Note that each type of vacuum may do the work of the other. A normal vacuum may freeze some tuples, and a freeze vacuum will generally clean up dead tuples. This classification is about what caused PostgreSQL to start the vacuum, and it’s useful because we can monitor the underlying metrics in order to predict when PostgreSQL will kick off vacuum operations.
Again, there’s significantly more information about all of this in the above-linked PostgreSQL documentation.
Using metrics to predict normal autovacuums
As mentioned above, a normal vacuum is kicked off when the number of dead tuples has exceeded 20% of the total tuples in the table. We can see this in Manta metrics. Here’s a graph of live tuples, dead tuples, and the fraction of dead tuples for a made-up table called "test_table" (normally in Manta this would be the "manta" or "manta_directory_counts" table):
In this graph:
-
In the upper graph, the green line shows live tuples. This system is running a heavy INSERT workload, so the count of live tuples increases relatively constantly.
-
In the upper graph, the yellow line shows dead tuples. A fraction of this workload runs UPDATE queries, so there’s a steady increase in dead tuples as well.
-
In the upper graph, the blue line (which goes with the right-hand y-axis) shows the percentage of tuples in the table that are dead. This value also climbs, though not at a linear rate.
-
In the bottom graph, the green bars represent periods where a normal vacuum was running. (You can ignore the yellow bars in this graph.)
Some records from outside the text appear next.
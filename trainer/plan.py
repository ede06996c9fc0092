"""TOML -> frozen data classes, with every mistake of a plan reported at once.

Decimals are exact: `gain = 0.1` means one tenth. Keys that the design has and the tool has not yet are refused with a
sentence that says so, never ignored. `plan_file` opens the plan, `plan_rows`, `plan_inputs` and `plan_prior` read its
larger tables, this module the others; `table` reads the rows.
"""

from __future__ import annotations

import hashlib
import re
from fractions import Fraction
from pathlib import Path

from runtime_min.errors import PlanError, Problem
from runtime_min.names import NAME_RULE, model_name_problem
from trainer.plan_checks import Section, decimal_text, shown
from trainer.plan_classes import (
    CountsPlan,
    DecisionPlan,
    DevicePlan,
    InputPlan,
    Plan,
    PriorPlan,
    RowsPlan,
    TablePlan,
    TermPrior,
)
from trainer.plan_file import parsed, plan_bytes
from trainer.plan_inputs import read_inputs, refuse_collisions
from trainer.plan_prior import read_prior, term_problems
from trainer.plan_rows import read_rows_table

__all__ = [
    "ARTEFACTS",
    "CountsPlan",
    "DecisionPlan",
    "DevicePlan",
    "InputPlan",
    "Plan",
    "PriorPlan",
    "RowsPlan",
    "TablePlan",
    "TermPrior",
    "read_plan",
]

ARTEFACTS = ("python", "c", "onnx", "table")
_WRITTEN_BY_DEFAULT = ("python", "c", "onnx")

PARTS = ("cortex-m0", "cortex-m3", "cortex-m4f", "atmega328p")
_ADDRESS_BITS = 32


def read_plan(path: Path) -> Plan:
    """The plan in the TOML file `path`. Raises PlanError with every problem."""
    content = plan_bytes(path)
    problems: list[Problem] = []
    top = Section(str(path), parsed(path, content), problems)
    top.refuse_other_keys(
        ("model", "purpose", "rows", "input", "prior", "decision", "device", "release"),
        {"term": ("functions of inputs are", "add them to the rows as columns and name these as inputs")},
    )
    model = top.text("model", None, 'name the model, for example model = "pump"')
    if model and (problem := model_name_problem(model)):
        top.report("model", problem, NAME_RULE)
    rows = read_rows_table(top.section("rows"), path.parent)
    device = _device(top.section("device"))
    inputs = read_inputs(top, device.arithmetic)
    refuse_collisions(top, inputs, rows)
    prior = read_prior(top.section("prior"))
    if inputs:
        problems += term_problems(str(path), prior, inputs)
    write, real_rows, table = _release(top.section("release"))
    plan = Plan(
        path=path,
        sha256=hashlib.sha256(content).hexdigest(),
        model=model,
        purpose=top.text("purpose", ""),
        rows=rows,
        inputs=inputs,
        prior=prior,
        decision=_decision(top.section("decision")),
        device=device,
        write=write,
        real_rows=real_rows,
        table=table,
    )
    if problems:
        raise PlanError(problems)
    return plan


def _decision(section: Section) -> DecisionPlan:
    section.refuse_other_keys(("cost_false_alarm", "cost_miss", "prevalence", "no_call"))
    prevalence = None
    if "prevalence" in section.table:
        todo = "write the event's share in the field, above 0 and below 1"
        prevalence = section.number("prevalence", Fraction(1, 2), todo)
        if not 0 < prevalence < 1:
            section.report("prevalence", f"found {decimal_text(prevalence)}", todo)
    todo = "write half the width of the undecided interval in log-odds, 0 or more"
    no_call = section.number("no_call", Fraction(0), todo)
    if not no_call >= 0:
        section.report("no_call", f"found {decimal_text(no_call)}", todo)
    return DecisionPlan(
        cost_false_alarm=section.positive("cost_false_alarm", Fraction(1)),
        cost_miss=section.positive("cost_miss", Fraction(1)),
        prevalence=prevalence,
        no_call=no_call,
    )


def _device(section: Section) -> DevicePlan:
    section.refuse_other_keys(("arithmetic", "tolerance", "compiler", "part"))
    return DevicePlan(
        arithmetic=section.choice("arithmetic", "binary32", ("binary32", "binary64", "int16", "int32")),
        tolerance=section.positive("tolerance", Fraction(1)) if "tolerance" in section.table else None,
        compiler=section.text("compiler", None) if "compiler" in section.table else None,
        part=section.choice("part", PARTS[0], PARTS) if "part" in section.table else None,
    )


def _release(section: Section) -> tuple[tuple[str, ...], bool, TablePlan]:
    """(the artefacts to write, whether real rows may be in them, where the table lies)."""
    section.refuse_other_keys(("write", "real_rows", "table"))
    write = _write(section)
    real_rows = section.table.get("real_rows", False)
    if not isinstance(real_rows, bool):
        section.report("real_rows", f"found {shown(real_rows)}", "write true or false")
        real_rows = False
    table = section.section("table")
    table.refuse_other_keys(("address", "byte_order"))
    if "table" in section.table and "table" not in write and "write" in section.table:
        section.report("table", 'found without "table" in write', "add it to write, or remove the table")
    elif "table" in section.table and "write" not in section.table:
        section.report("table", "found without write", 'add write = ["python", "c", "onnx", "table"]')
    return write, real_rows, TablePlan(_address(table), table.choice("byte_order", "little", ("little", "big")))


def _write(section: Section) -> tuple[str, ...]:
    if "write" not in section.table:
        return _WRITTEN_BY_DEFAULT
    todo = f"list some of {', '.join(ARTEFACTS)}"
    asked = section.texts("write", todo)
    for name in asked:
        if name not in ARTEFACTS:
            section.report("write", f"found {shown(name)}", todo)
    if section.table["write"] == []:
        section.report("write", "found an empty list", todo)
    return tuple(name for name in ARTEFACTS if name in asked)


def _address(section: Section) -> int:
    value = section.table.get("address", 0)
    if isinstance(value, str) and re.fullmatch("0[xX][0-9a-fA-F]{1,16}", value):
        value = int(value, 16)
    if isinstance(value, int) and not isinstance(value, bool) and 0 <= value < 2**_ADDRESS_BITS:
        return value
    section.report("address", f"found {shown(section.table['address'])}", 'write an address below 2^32, like "0x8000"')
    return 0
Critically autovacuum starts running when the blue line reaches 20%, for the reasons described above. Further, when vacuum finishes, the count (and fraction) of dead tuples decreases suddenly — because vacuum has cleaned up those dead tuples. As a result, the blue line can be used to predict when normal vacuums will kick off.
Using metrics to predict anti-wraparound autovacuums
As mentioned above, an anti-wraparound vacuum is kicked off on a table when the number of transactions in a database that have been executed since the last such vacuum exceeds some threshold. Manta exposes this metric as well.
Typically, as a workload runs, the transactions-until-wraparound-vacuum decreases at a rate determined by how many transactions are running in the database. For a single shard, we can plot this on a line graph (one graph for each major table):
For a large number of shards, we can plot this as a heat map, which helps us see the pattern across shards:
In the right-hand heat map, the bright line above 400M indicates that most shards are over 400 million transactions away from the next wraparound autovacuum. The darker line around 100M shows that a smaller number are much closer to the threshold. The left-hand heat map shows much greater variance for the "manta" table, though there’s a cluster (a bright line) just under 100M transactions from the next wraparound autovacuum.
When any of these lines reaches zero, that means we’d PostgreSQL to kick off a wraparound autovacuum. The line will continue decreasing (to negative numbers) until the wraparound autovacuum completes, at which point it will jump back up. Here, we can see a whole wraparound autovacuum cycle:
We see here that we’d expect a wraparound autovacuum to kick off when the threshold reaches 0. It keeps falling until the vacuum completes, at which point it jumps back up. Another round will kick off when the line reaches zero again. (Note that the lower graph here is a prediction, based directly on the graph above it. It’s possible (though not common in practice) that PostgreSQL won’t actually have kicked off the wraparound autovacuum at this time.)
Because of this behavior, the graph of transactions until wraparound autovacuum can be used to predict when wraparound autovacuums will kick off for each shard.